──────── EXERCISE INPUTS ────────

"""The bundled demo: it runs, writes every file, finds the planted mistakes and little else.

The demo takes (``src/takescribe/data/demo``, rebuilt by ``fixtures/build_demo.py``) are
performances we invented, with mistakes planted at known places (``planted.json``). The
demo runs once per test session into a temporary folder (about 30 s on 2 cores).

Matching rule (a planted mistake is *found* when)
-------------------------------------------------
- ``wrong_pitch``: a ``wrong_pitch`` finding with the same expected and played pitch;
- ``missed``: a ``missed`` finding with the same expected pitch;
- ``extra``: an ``extra`` finding with the same played pitch;
- ``hesitation``: a ``hesitation`` finding;
- ``rushed`` (a few consecutive notes increasingly early): an ``early`` or ``late``
  finding on at least one of its notes (same pitch), or a ``rushed`` finding over the passage;

each within ``TIME_TOLERANCE`` (0.5 s) of the planted time (for the rushed passage: of that
note's played onset). 0.5 s is about one beat at the demo tempi: a teacher reading the
report would look at the same spot (common practice, no source).
The matching is tests/support/matching.py's (one finding per planted mistake and the reverse),
with this module's tolerance, every finding counted, and early/late notes allowed for a passage.

"Nothing else of significance"
------------------------------
Every finding not used to match a planted mistake is *unplanned*, except findings that
describe a planted mistake in other words: those linked (``linked_to``) to a matched
finding, and timing findings (``early``, ``late``, ``hesitation``) between 0.5 s before a
rushed passage and 0.5 s after the player is back in time (``resume_time``), since
returning to the pulse after rushing is itself a timing event. Every kind counts, held
notes included. At most ``max(1, floor(duration / 30 s))`` unplanned findings are allowed per
take: about one per half minute of music.
"""

from __future__ import annotations

import json
import math

import music21
import pytest

from support.matching import match_findings
from takescribe.cli import build_parser, main
from takescribe.jobs.demo import (CAUTION, DEMO_STUDENTS, DRAFT_FILES, DemoResult, demo_bundle, format_demo_summary,
                             load_scenario, run_demo)
from takescribe.errors import EXIT_OUTPUT, OutputError
from takescribe.export.midi import read_midi_notes
from takescribe.export.noteio import read_maps
from takescribe.jobs.pipeline import REPORT_FILES, format_findings_counts
from takescribe.reference.part import load_reference

TIME_TOLERANCE = 0.5
UNPLANNED_PER_SECONDS = 30.0
TIMING_KINDS = ("early", "late", "hesitation")


@pytest.fixture(scope="module")
def demo(tmp_path_factory) -> DemoResult:
    return run_demo(tmp_path_factory.mktemp("demo") / "out")


@pytest.fixture(scope="module")
def planted() -> dict:
    with demo_bundle() as bundle:
        return {s: json.loads((bundle / s / "planted.json").read_text()) for s in DEMO_STUDENTS}


def _match(plans: list[dict], findings: list[dict]):
    """The matching of tests/support/matching.py under this module's rule (module docstring):
    every finding counts, a rushed passage is reported by an early or late note of it."""
    return match_findings(findings, plans, time_tolerance=TIME_TOLERANCE, count_linked=True,
                          count_uncertain=True, note_kinds_for_passages=("early", "late"))


def _unplanned(plans: list[dict], findings: list[dict]) -> list[dict]:
    matched = {id(findings[j]) for _, j in _match(plans, findings).pairs}
    matched_ids = {f["id"] for f in findings if id(f) in matched}
    rush_spans = [(p["notes"][0]["time"] - TIME_TOLERANCE, p["resume_time"] + TIME_TOLERANCE)
                  for p in plans if p["kind"] == "rushed"]
    out = []
    for f in findings:
        if id(f) in matched or f.get("linked_to") in matched_ids:
            continue
        if f["kind"] in TIMING_KINDS and any(a <= f["time"] <= b for a, b in rush_spans):
            continue
        out.append(f)
    return out


def _describe(findings: list[dict]) -> str:
    return "; ".join(f"{f['kind']} at {f['time']:.2f} s (bar {f['measure']}, beat {f['beat']}, "
                     f"expected {f['expected_pitch']}, played {f['played_pitch']})" for f in findings)


# --------------------------------------------------------------------------- the bundle


@pytest.mark.parametrize("student", DEMO_STUDENTS)
def test_bundle_ground_truth_is_consistent_with_the_part(student, planted):
    """played.txt = the part's notes (as music21 reads the MusicXML) minus missed plus extra,
    and every planted wrong/extra pitch is in played.txt at its planted time."""
    with demo_bundle() as bundle:
        played = read_maps(bundle / student / "played.txt")
        # music21 is the outside reader of the MusicXML (tied notes merged by stripTies)
        score = music21.converter.parse(str(bundle / student / "part.musicxml")).stripTies()
        n_part = sum(len(el.pitches) for el in score.recurse().notes)
        scenario = load_scenario(bundle)
    plans = planted[student]
    n_missed = sum(p["kind"] == "missed" for p in plans)
    n_extra = sum(p["kind"] == "extra" for p in plans)
    assert len(played) == n_part - n_missed + n_extra
    for p in plans:
        if p["kind"] in ("wrong_pitch", "extra"):
            assert any(n.pitch == p["played_pitch"] and abs(n.onset - p["time"]) < 1e-3 for n in played), p
        if p["kind"] == "rushed":
            for q in p["notes"]:
                assert q["deviation"] < 0
                assert any(n.pitch == q["pitch"] and abs(n.onset - q["time"]) < 1e-3 for n in played), q
    entry = next(e for e in scenario["students"] if e["folder"] == student)
    assert entry["notes_in_part"] == n_part and entry["notes_played"] == len(played)


# Sharps of a key signature in order of fifths (common practice, no source).
_SHARP_ORDER, _FLAT_ORDER = "FCGDAEB", "BEADGCF"


def _needless_accidentals(path) -> list[str]:
    """Accidentals written where the key signature and the bar already give the pitch."""
    from lxml import etree

    needless = []
    for part in etree.parse(str(path)).getroot().iter("part"):
        signature: dict[str, int] = {}
        for measure in part.iter("measure"):
            fifths = measure.findtext("attributes/key/fifths")
            if fifths is not None:
                n = int(fifths)
                signature = {s: 1 for s in _SHARP_ORDER[:n]} if n >= 0 else {s: -1 for s in _FLAT_ORDER[:-n]}
            in_bar: dict[tuple[str, str, str], int] = {}
            for note in measure.iter("note"):
                if note.find("pitch") is None:
                    continue
                step, octave = note.findtext("pitch/step"), note.findtext("pitch/octave")
                alter = int(float(note.findtext("pitch/alter") or 0))
                where = (step, octave, note.findtext("staff") or "1")
                current = in_bar.get(where, signature.get(step, 0))
                if note.find("accidental") is not None and alter == current:
                    needless.append(f"bar {measure.get('number')} {step}{octave}")
                in_bar[where] = alter
    return needless


@pytest.mark.parametrize("student", DEMO_STUDENTS)
def test_bundle_part_writes_no_needless_accidentals(student):
    """Issue #16: the demo part carried natural signs no engraver would write."""
    with demo_bundle() as bundle:
        assert _needless_accidentals(bundle / student / "part.musicxml") == []


def test_bundle_is_small():
    with demo_bundle() as bundle:
        total = sum(p.stat().st_size for p in bundle.rglob("*") if p.is_file())
    assert total < 3_000_000, f"the demo bundle is {total / 1e6:.1f} MB; keep it to a few MB"


# --------------------------------------------------------------------------- the run


def test_demo_writes_reports_and_drafts(demo):
    assert [s.folder for s in demo.students] == list(DEMO_STUDENTS)
    for s in demo.students:
        folder = demo.output_dir / s.folder
        for name in REPORT_FILES + DRAFT_FILES:
            assert (folder / name).is_file() and (folder / name).stat().st_size > 0, name
        doc = json.loads((folder / "findings.json").read_text())
        assert doc["summary"]["notes_in_part"] == s.notes_in_part
        assert len(doc["findings"]) == len(s.findings)
        assert s.report_html == folder / "report.html"
        # the draft MIDI holds the transcription: as many notes as the report's draft
        assert len(read_midi_notes(folder / "draft.mid")) > 0.5 * s.notes_in_part
        # the MusicXML draft reads back as a part (our reader; music21 reads it too)
        assert len(load_reference(folder / "draft.musicxml").notes) > 0.5 * s.notes_in_part
        assert music21.converter.parse(str(folder / "draft.musicxml")).recurse().notes


def test_draft_musicxml_is_valid_musicxml_4(demo, musicxml_schema):
    from lxml import etree

    # reference: the official MusicXML 4.0 XSD (shared standards folder, see conftest)
    schema = musicxml_schema
    for s in demo.students:
        for name in ("draft.musicxml", "annotated.musicxml"):
            doc = etree.parse(str(demo.output_dir / s.folder / name))
            assert schema.validate(doc), f"{s.folder}/{name}: {schema.error_log.last_error}"


@pytest.mark.parametrize("student", DEMO_STUDENTS)
def test_every_planted_mistake_is_found(demo, planted, student):
    result = next(s for s in demo.students if s.folder == student)
    findings = list(result.findings)
    missing = [planted[student][i] for i in _match(planted[student], findings).missed_planted]
    assert not missing, (
        f"{student}: planted mistakes not reported: "
        + "; ".join(f"{p['kind']} at {p['time']:.2f} s (bar {p['measure']}, beat {p['beat']})" for p in missing)
        + f". Findings: {_describe(findings)}")


@pytest.mark.parametrize("student", DEMO_STUDENTS)
def test_nothing_else_of_significance(demo, planted, student):
    result = next(s for s in demo.students if s.folder == student)
    unplanned = _unplanned(planted[student], list(result.findings))
    allowed = max(1, math.floor(result.duration / UNPLANNED_PER_SECONDS))
    assert len(unplanned) <= allowed, (
        f"{student}: {len(unplanned)} unplanned findings in {result.duration:.0f} s (allowed {allowed}): "
        + _describe(unplanned))


def test_summary_names_students_reports_and_caution(demo):
    text = format_demo_summary(demo)
    for s in demo.students:
        assert s.student in text and str(s.report_html) in text and s.piece in text
        # findings counted by kind, no grade-like share of notes right (issue #18)
        assert format_findings_counts(s.counts) in text
    assert "played as written" not in text and "%" not in text
    assert text.rstrip().endswith(CAUTION)


# --------------------------------------------------------------------------- refusals and CLI


def test_refuses_to_overwrite_without_force(demo):
    with pytest.raises(OutputError, match="already exists"):
        run_demo(demo.output_dir)


def test_cli_demo_refuses_existing_output_with_exit_code(demo, capsys):
    assert main(["demo", "-o", str(demo.output_dir), "--quiet"]) == EXIT_OUTPUT
    assert "--force" in capsys.readouterr().err


def test_cli_demo_arguments():
    args = build_parser().parse_args(["demo"])
    assert (args.command, args.output, args.force) == ("demo", "demo-output", False)
    args = build_parser().parse_args(["demo", "-o", "elsewhere", "--force"])
    assert (args.output, args.force) == ("elsewhere", True)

────────

Could you return the lines in the entries above that contain "source"?

RESULT FOR THIS TASK
report would look at the same spot (common practice, no source).
# Sharps of a key signature in order of fifths (common practice, no source).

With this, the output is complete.